Hosu’s and Bica’s priorities
Elena Giorgiana Hosu, proposed for the office of deputy of the head of DIICOT, was heard yesterday too.During the hearings Hosu presented her main goals, including the creation of DIICOT’s own judiciary police, similar to the DNA’s. “The permanent goal consists of combating organized crime and terrorism, defending the rule of law, the citizens’ rights and freedoms, in conditions of credibility and fairness, while respecting the internal legislation and the European Convention on Human Rights, signed in Rome, as the primary international law instrument that defends the individual in the face of the state, and also while respecting the European Court’s jurisprudence,” Hosu wrote in her project. Her strategic goals consist of consolidating the capacity of reaction to the criminal phenomenon, maintaining the prosecutors’ and auxiliary staff’s degree of professional and moral integrity, but also a unitary judiciary praxis and maintaining their professional value.
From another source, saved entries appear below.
package raster

import (
	"os"
	"path/filepath"
	"reflect"
	"testing"

	"github.com/airbusgeo/godal"

	"bandfold/bands"
	"bandfold/tiles"
)

// checkReadInt16 reads windows of s with ReadInt16 and with Read and
// checks that they give the same values (stored int16 plus shift against
// the float64 read, which TestReadWidensStoredTypes checks against GDAL's
// own conversion; and Int16Tile.Float64's, whole and in part), the same
// validity and count, and the same exact
// co-moments through bands (AddInt16Tile against AddPixels, bit for bit).
func checkReadInt16(t *testing.T, s *Stack, windows ...tiles.Tile) {
	t.Helper()
	shift, ok := s.Int16Shifts()
	if !ok {
		t.Fatalf("%s: bands %v do not fit int16", s.Label, s.Bands)
	}
	r, err := s.NewReader()
	if err != nil {
		t.Fatal(err)
	}
	defer r.Close()
	p := s.Len()
	for _, tl := range windows {
		n := tl.Pixels()
		want, wantValid := make([]float64, n*p), make([]bool, n)
		wantCount, err := r.Read(tl, want, wantValid)
		if err != nil {
			t.Fatal(err)
		}
		got, valid := make([]int16, n*p), make([]bool, n)
		count, err := r.ReadInt16(tl, got, valid)
		if err != nil {
			t.Fatal(err)
		}
		if count != wantCount || !reflect.DeepEqual(valid, wantValid) {
			t.Fatalf("%s %v: %d valid pixels, Read %d (or flags differ)", s.Label, tl, count, wantCount)
		}
		for b := range p {
			for i := range n {
				if v := float64(int32(got[b*n+i]) + shift[b]); valid[i] && v != want[i*p+b] {
					t.Fatalf("%s %v band %d pixel %d: %v, Read %v", s.Label, tl, b, i, v, want[i*p+b])
				}
			}
		}
		// Float64 gives Read's values, whole or a part.
		it := &Int16Tile{Tile: tl, X: got, Valid: valid, Count: count, Shift: shift}
		for _, part := range [][2]int{{0, n}, {n / 3, n/3 + (n+1)/2}} {
			lo, hi := part[0], part[1]
			f := it.Float64(make([]float64, (hi-lo)*p+3), lo, hi)
			for i, v := range f {
				if j := lo*p + i; valid[j/p] && v != want[j] {
					t.Fatalf("%s %v: Float64(%d, %d) value %d is %v, Read %v", s.Label, tl, lo, hi, i, v, want[j])
				}
			}
			if len(f) != (hi-lo)*p {
				t.Fatalf("%s %v: Float64(%d, %d) gave %d values", s.Label, tl, lo, hi, len(f))
			}
		}
		ia, fa := bands.NewExactAccumulator(p), bands.NewExactAccumulator(p)
		ia.AddInt16Tile(got, valid, shift)
		fa.AddPixels(want, wantValid)
		if !ia.Exact() || !reflect.DeepEqual(ia.State(), fa.State()) {
			t.Fatalf("%s %v: co-moments of the int16 read differ from the float64 read's", s.Label, tl)
		}
	}
}

// TestReadInt16Landsat: on the real Landsat 7 subset (six Byte bands),
// whole and in an off-origin window, plain and with a nodata of 0 and a
// band selection that cuts the file into two runs.
func TestReadInt16Landsat(t *testing.T) {
	if _, err := os.Stat(landsatSubset); err != nil {
		t.Skip("testdata/external/L7_ETMs.tif missing: run bash scripts/testdata.sh")
	}
	for _, opts := range [][]Option{nil, {NoData([]float64{0}), SelectBands([]int{6, 1, 2, 3})}} {
		s, err := Open([]string{landsatSubset}, opts...)
		if err != nil {
			t.Fatal(err)
		}
		checkReadInt16(t, s, tiles.Tile{W: s.Width, H: s.Height}, tiles.Tile{X: 101, Y: 37, W: 64, H: 91})
		s.Close()
	}
}

// TestReadInt16Types: synthetic Int16, UInt16 and signed-byte files with
// each type's extremes, stacked with a Byte file (runs of mixed types),
// with nodata and a mask, read as Read reads them.
func TestReadInt16Types(t *testing.T) {
	dir := t.TempDir()
	mask := defaultRaster()
	mask.bands, mask.dtype = 1, godal.Byte
	mask.values = func(x, y, b int) float64 { return float64((x + y) % 4) }
	maskPath := mask.write(t, filepath.Join(dir, "mask.tif"))
	byteFile := defaultRaster()
	byteFile.bands, byteFile.dtype = 2, godal.Byte
	byteFile.values = func(x, y, b int) float64 { return float64((x*31 + y*7 + b) % 256) }
	bytePath := byteFile.write(t, filepath.Join(dir, "byte.tif"))
	for _, c := range []struct {
		dtype  godal.DataType
		lo, hi float64
	}{{godal.Int16, -32768, 32767}, {godal.UInt16, 0, 65535}} {
		a := defaultRaster()
		a.dtype = c.dtype
		nd := c.lo + 1
		a.nodata = &nd
		a.values = func(x, y, b int) float64 {
			switch (x + 3*y + b) % 7 {
			case 0:
				return c.lo
			case 1:
				return c.hi
			case 2:
				return nd
			}
			return c.lo + float64((x*7+y*13+b)%1000)*(c.hi-c.lo)/1000
		}
		path := a.write(t, filepath.Join(dir, c.dtype.String()+".tif"))
		for _, opts := range [][]Option{nil, {SelectBands([]int{4, 1, 5, 2, 3}), Mask(maskPath)}} {
			s, err := Open([]string{path, bytePath}, opts...)
			if err != nil {
				t.Fatal(err)
			}
			checkReadInt16(t, s, tiles.Tile{W: s.Width, H: s.Height}, tiles.Tile{X: 3, Y: 2, W: 30, H: 19})
			s.Close()
		}
	}

	// Signed bytes, through the package's own writer (GDAL 3.6's Byte with
	// PIXELTYPE=SIGNEDBYTE).
	sb := filepath.Join(dir, "signed.tif")
	src, err := Open([]string{bytePath})
	if err != nil {
		t.Fatal(err)
	}
	o, err := Create(sb, Spec{Grid: src.Grid, Bands: 2, DataType: SignedByte, Scales: []float64{1, 1}, Offsets: []float64{0, 0}})
	if err != nil {
		t.Fatal(err)
	}
	tl := tiles.Tile{W: src.Width, H: src.Height}
	buf := make([]float64, tl.Pixels()*2)
	for i := range buf {
		buf[i] = float64(i%256 - 128)
	}
	if err := o.Write(tl, buf); err != nil {
		t.Fatal(err)
	}
	if err := o.Commit(); err != nil {
		t.Fatal(err)
	}
	s, err := Open([]string{sb})
	if err != nil {
		t.Fatal(err)
	}
	checkReadInt16(t, s, tl)
	s.Close()
}

// TestInt16Shifts: which stacks fit int16, and their shifts (known by
// construction from the types).
func TestInt16Shifts(t *testing.T) {
	dir := t.TempDir()
	for _, c := range []struct {
		dtype godal.DataType
		ok    bool
		shift int32
	}{
		{godal.Byte, true, 0}, {godal.Int16, true, 0}, {godal.UInt16, true, 32768},
		{godal.Int32, false, 0}, {godal.UInt32, false, 0}, {godal.Float32, false, 0},
	} {
		a := defaultRaster()
		a.dtype = c.dtype
		s, err := Open([]string{a.write(t, filepath.Join(dir, c.dtype.String()+".tif"))})
		if err != nil {
			t.Fatal(err)
		}
		shift, ok := s.Int16Shifts()
		if ok != c.ok || (ok && shift[0] != c.shift) {
			t.Errorf("%v: fits %v shift %v, want %v %d", c.dtype, ok, shift, c.ok, c.shift)
		}
		s.Bands[0].Scale = 2
		if _, ok := s.Int16Shifts(); ok {
			t.Errorf("%v scaled: fits int16", c.dtype)
		}
	}
}

// TestFlipSign: every value becomes v − 32768 (its top bit flipped), for
// slices of any length starting at any alignment; known by construction.
func TestFlipSign(t *testing.T) {
	buf := make([]int16, 40)
	for start := range 4 {
		for n := range 20 {
			for i := range buf {
				buf[i] = int16(i*2731 - 30000)
			}
			flipSign(buf[start : start+n])
			for i, v := range buf {
				want := int16(i*2731 - 30000)
				if i >= start && i < start+n {
					want ^= -32768
				}
				if v != want {
					t.Fatalf("start %d length %d: value %d is %d, want %d", start, n, i, v, want)
				}
			}
		}
	}
}

// TestReadInt16NoData: nodata values at a type's limits, and values no
// pixel of the type can hold (negative, fractional, beyond the range),
// mark the pixels Read marks.
func TestReadInt16NoData(t *testing.T) {
	dir := t.TempDir()
	for _, c := range []struct {
		dtype  godal.DataType
		lo, hi float64
		nodata []float64
	}{
		{godal.UInt16, 0, 65535, []float64{0, 65535, 32768, -1, 0.5, 70000}},
		{godal.Int16, -32768, 32767, []float64{-32768, 32767, 0, 40000, -1.5}},
		{godal.Byte, 0, 255, []float64{0, 255, 256, -1}},
	} {
		a := defaultRaster()
		a.dtype = c.dtype
		a.values = func(x, y, b int) float64 { return []float64{c.lo, c.hi, (c.lo + c.hi + 1) / 2, c.lo + 1}[(x+2*y+b)%4] }
		path := a.write(t, filepath.Join(dir, c.dtype.String()+".tif"))
		for _, nd := range c.nodata {
			s, err := Open([]string{path}, NoData([]float64{nd}))
			if err != nil {
				t.Fatal(err)
			}
			checkReadInt16(t, s, tiles.Tile{W: s.Width, H: s.Height})
			s.Close()
		}
	}
}
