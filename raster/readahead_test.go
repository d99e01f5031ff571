package raster

import (
	"context"
	"errors"
	"fmt"
	"path/filepath"
	"reflect"
	"strings"
	"testing"

	"github.com/airbusgeo/godal"

	"bandfold/bands"
	"bandfold/tiles"
)

// edgeFiles are rasters of integer values at the edges of the integer
// kernel's range (see bands' intCases): each maps a pixel to a value of
// its type, sign a hash of the pixel giving ±1. Those whose values span
// more than 65534 go to AddPixels' exact path instead of the kernel.
var edgeFiles = []struct {
	name  string
	dtype godal.DataType
	value func(x, y, b int, sign float64) float64
}{
	{"int16 ±32767", godal.Int16, func(x, y, b int, sign float64) float64 { return sign * 32767 }},
	{"int16 -32768..32767", godal.Int16, func(x, y, b int, sign float64) float64 { return 0.5*sign*65535 - 0.5 }},
	{"uint16 1..65535 (a shift fits)", godal.UInt16, func(x, y, b int, sign float64) float64 { return 32768 + sign*32767 }},
	{"uint16 0..65534 (a shift fits)", godal.UInt16, func(x, y, b int, sign float64) float64 { return 32767 + sign*32767 }},
	{"uint16 0..65535 (no shift fits)", godal.UInt16, func(x, y, b int, sign float64) float64 { return 32767.5 + sign*32767.5 }},
	{"uint8 0..255", godal.Byte, func(x, y, b int, sign float64) float64 { return float64((x*37 + y*11 + b*101) % 256) }},
}

// writeEdgeFile writes edge file c as a 41×29 raster of 3 bands.
func writeEdgeFile(t *testing.T, dir string, ci int) string {
	c := edgeFiles[ci]
	r := defaultRaster()
	r.w, r.h, r.dtype = 41, 29, c.dtype
	r.values = func(x, y, b int) float64 {
		sign := float64(1 - 2*((x*7919+y*104729+b*31)>>3&1))
		return c.value(x, y, b, sign)
	}
	return r.write(t, filepath.Join(dir, fmt.Sprintf("edge%d.tif", ci)))
}

// scanInt16 accumulates the co-moments and the shift differences (both
// pair sets) of s as the job's noise pass does on the int16 path: tiles
// of tw×th read through an Int16Reader of the given depth, each read with
// a halo row for its vertical pairs (AddInt16Window) and paired with its
// left neighbour's edge column for its horizontal pairs (AddInt16Pairs).
func scanInt16(t *testing.T, s *Stack, tw, th, depth int) (mom, noise *bands.Accumulator) {
	t.Helper()
	ir, err := s.NewInt16Reader(depth)
	if err != nil {
		t.Fatal(err)
	}
	defer ir.Close()
	g := tiles.NewGrid(s.Width, s.Height, tw, th)
	own, ext := g.All(), g.All()
	for i := range ext {
		ext[i].H = min(ext[i].H+1, s.Height-ext[i].Y)
	}
	p := s.Len()
	mom, noise = bands.NewExactAccumulator(p), bands.NewExactAccumulator(p)
	var right bands.Int16Column
	for it, err := range ir.Tiles(context.Background(), ext) {
		if err != nil {
			t.Fatal(err)
		}
		o := own[it.Tile.Index]
		win := bands.Int16Window{X: it.X, Shift: it.Shift, Valid: it.Valid, P: p,
			W: it.Tile.W, H: it.Tile.H, OwnW: o.W, OwnH: o.H}
		bands.AddInt16Window(mom, noise, win, bands.Both)
		if o.X > 0 {
			bands.AddInt16Pairs(noise, right, win.Column(0, bands.Int16Column{}))
		}
		right = win.Column(o.W-1, right)
	}
	return mom, noise
}

// scanFloat accumulates the same on today's float64 path, the whole
// raster as one window (Read, AddWindow).
func scanFloat(t *testing.T, s *Stack) (mom, noise *bands.Accumulator) {
	t.Helper()
	x, valid, _ := readAll(t, s)
	win := bands.Window{X: x, Valid: valid, P: s.Len(), W: s.Width, H: s.Height, OwnW: s.Width, OwnH: s.Height}
	mom, noise = bands.NewExactAccumulator(s.Len()), bands.NewExactAccumulator(s.Len())
	bands.AddWindow(mom, noise, win, bands.Both)
	return mom, noise
}

// TestInt16ReaderEdges: the co-moments and noise differences read through
// an Int16Reader and summed by the integer kernel are bit for bit those of
// today's float64 path over the whole raster (known by construction:
// exact integer sums do not depend on their order or cut), for files of
// values at the kernel's edges (±32767, unsigned 16-bit data with and
// without a shift that fits, 8-bit data), with and without nodata, for
// any tile size from 1×1 to the whole raster and read-ahead depths 0 to 3.
func TestInt16ReaderEdges(t *testing.T) {
	dir := t.TempDir()
	for ci, c := range edgeFiles {
		path := writeEdgeFile(t, dir, ci)
		for _, opts := range [][]Option{nil, {NoData([]float64{edgeFiles[ci].value(0, 0, 0, 1)})}} {
			s, err := Open([]string{path}, opts...)
			if err != nil {
				t.Fatal(err)
			}
			wantM, wantN := scanFloat(t, s)
			for k, tl := range [][2]int{{1, 1}, {41, 29}, {7, 5}, {16, 3}, {3, 29}} {
				depth := k % 4
				gotM, gotN := scanInt16(t, s, tl[0], tl[1], depth)
				what := fmt.Sprintf("%s nodata %v tiles %v depth %d", c.name, opts != nil, tl, depth)
				if !gotM.Exact() || !reflect.DeepEqual(gotM.State(), wantM.State()) {
					t.Errorf("%s: co-moments differ from the float64 path's", what)
				}
				if !gotN.Exact() || !reflect.DeepEqual(gotN.State(), wantN.State()) {
					t.Errorf("%s: noise differences differ from the float64 path's", what)
				}
			}
			s.Close()
		}
	}
}

// TestInt16ReaderAhead: windows asked for ahead, asked for by Read alone,
// or read through Tiles (also broken off early) are those ReadInt16 reads
// (known by construction); a window beyond the raster fails naming the
// file, and the reader goes on reading after it.
func TestInt16ReaderAhead(t *testing.T) {
	path := writeEdgeFile(t, t.TempDir(), 0)
	s, err := Open([]string{path})
	if err != nil {
		t.Fatal(err)
	}
	defer s.Close()
	plain, err1 := s.NewReader()
	ir, err2 := s.NewInt16Reader(2)
	if err := errors.Join(err1, err2); err != nil {
		t.Fatal(err)
	}
	defer plain.Close()
	defer ir.Close()
	ctx := context.Background()
	all := tiles.NewGrid(s.Width, s.Height, 9, 7).All()
	for _, tl := range all[:4] {
		ir.Ahead(tl)
	}
	for _, tl := range all {
		it, err := ir.Read(ctx, tl) // the first four asked for ahead, the rest not
		if err != nil {
			t.Fatal(err)
		}
		checkSameRead(t, plain, it)
		ir.Release(it)
	}
	for it, err := range ir.Tiles(ctx, all) {
		if err != nil || it.Tile.Index == 5 {
			break // with tiles 6 and 7 asked for ahead
		}
	}
	bad := tiles.Tile{X: 40, Y: 0, W: 2, H: 2}
	for _, tl := range []tiles.Tile{bad, all[3]} {
		it, err := ir.Read(ctx, tl)
		switch {
		case tl == bad && (err == nil || !strings.Contains(err.Error(), path)):
			t.Errorf("window beyond the raster: error %v, want one naming %s", err, path)
		case tl != bad && err != nil:
			t.Errorf("after a failed read: %v", err)
		case tl != bad:
			checkSameRead(t, plain, it)
		}
	}
}

// checkSameRead checks that it holds what ReadInt16 reads of its window.
func checkSameRead(t *testing.T, r *Reader, it *Int16Tile) {
	t.Helper()
	n, p := it.Tile.Pixels(), len(it.Shift)
	x, valid := make([]int16, n*p), make([]bool, n)
	count, err := r.ReadInt16(it.Tile, x, valid)
	if err != nil {
		t.Fatal(err)
	}
	if count != it.Count || !reflect.DeepEqual(x, it.X) || !reflect.DeepEqual(valid, it.Valid) {
		t.Errorf("%v: read ahead differs from ReadInt16", it.Tile)
	}
}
Hosu has worked for 17 years as a prosecutor but also has managerial experience. Prior to this, the magistrate received from the CSM, for her activity in 2004, the “very good” grade the moment she was proposed as head of DIICOT’s Bureau of combating economic-financial macro-criminality. Prosecutor Alina Mihaela Bica, proposed as head of DIICOT, presented her priorities too, among them being the creation of an IT system that would avoid the situation of having persons prosecuted for the same crimes by several structures of the Public Ministry. She pointed out that controls will be conducted in order to notice “aspects concerning the accomplishment of a transparent criminal prosecution act that respects the highest professional exigencies and the celerity principle.” Also in order to render the activity of DIICOT branches efficient, Bica proposes analyzing the cases “in relation to their age and complexity, in order to avoid the danger of reaching the prescription deadline.”